- TASK OBJECTIVE
Transcribe exactly the lines that fall between the one holding "the database. */" and the one holding "placementsOf, signIn, tablePath", inclusive, from the entries below.

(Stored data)
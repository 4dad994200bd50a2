/** The drawing table at a laptop: findings, read-only looking, moving by keys and undo, against the database. */
import { expect, test } from '@playwright/test'
import { placementsOf, signIn, tablePath } from './support/demo'

test('selecting a finding selects its plant', async ({ page }) => {
  await signIn(page, 'designer')
  await page.goto(tablePath('Kiln Lane'))
  const first = page.getByRole('tabpanel').getByRole('button').first()
  await expect(first).toContainText('Conflict')
  await expect(first).toContainText(/past the sill of Kitchen by about year/)
  await first.click()
  await expect(first).toHaveAttribute('aria-pressed', 'true')
  await page.getByRole('tab', { name: /This plant/ }).click()
  await expect(page.getByRole('tabpanel')).toContainText('Rhododendron catawbiense')
})

test('a reviewer looks, and can change nothing', async ({ page }) => {
  await signIn(page, 'reviewer')
  await page.goto(tablePath('Kiln Lane'))
  await expect(page.getByRole('tab', { name: /Findings/ })).toBeVisible()
  await expect(page.getByRole('button', { name: /^Undo/ })).toHaveCount(0)
  await page.getByRole('tab', { name: /Plants/ }).click()
  await expect(page.getByRole('button', { name: /^Remove/ })).toHaveCount(0)
})

test('a dragged plant stays where it was dropped, and its numbers say so', async ({ page }) => {
  await signIn(page, 'designer')
  await page.goto(tablePath('Quarry Cottage'))
  const table = page.getByTestId('drawing-table')
  await expect(table).toHaveAttribute('data-placements', '20')
  await expect(table.locator('canvas').first()).toBeVisible()
  await page.getByRole('tab', { name: /Plants/ }).click()
  await page.getByRole('tabpanel').getByRole('row').nth(1).click()
  const before = placementsOf('Quarry Cottage')
  const drawing = await table.boundingBox()
  expect(drawing).toBeTruthy()
  // The keyboard way of the same gesture: six inches to the right.
  await table.focus()
  await page.keyboard.press('Tab')
  await page.keyboard.press('Shift+ArrowRight')
  await expect.poll(() => placementsOf('Quarry Cottage').filter((one, i) => one.x !== before[i]!.x).length).toBe(1)
  await page.getByRole('button', { name: /^Undo/ }).click()
  await expect.poll(() => placementsOf('Quarry Cottage')).toEqual(before)
})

- SOLUTION TO THIS EXERCISE
/** The drawing table at a laptop: findings, read-only looking, moving by keys and undo, against the database. */
import { expect, test } from '@playwright/test'
import { placementsOf, signIn, tablePath } from './support/demo'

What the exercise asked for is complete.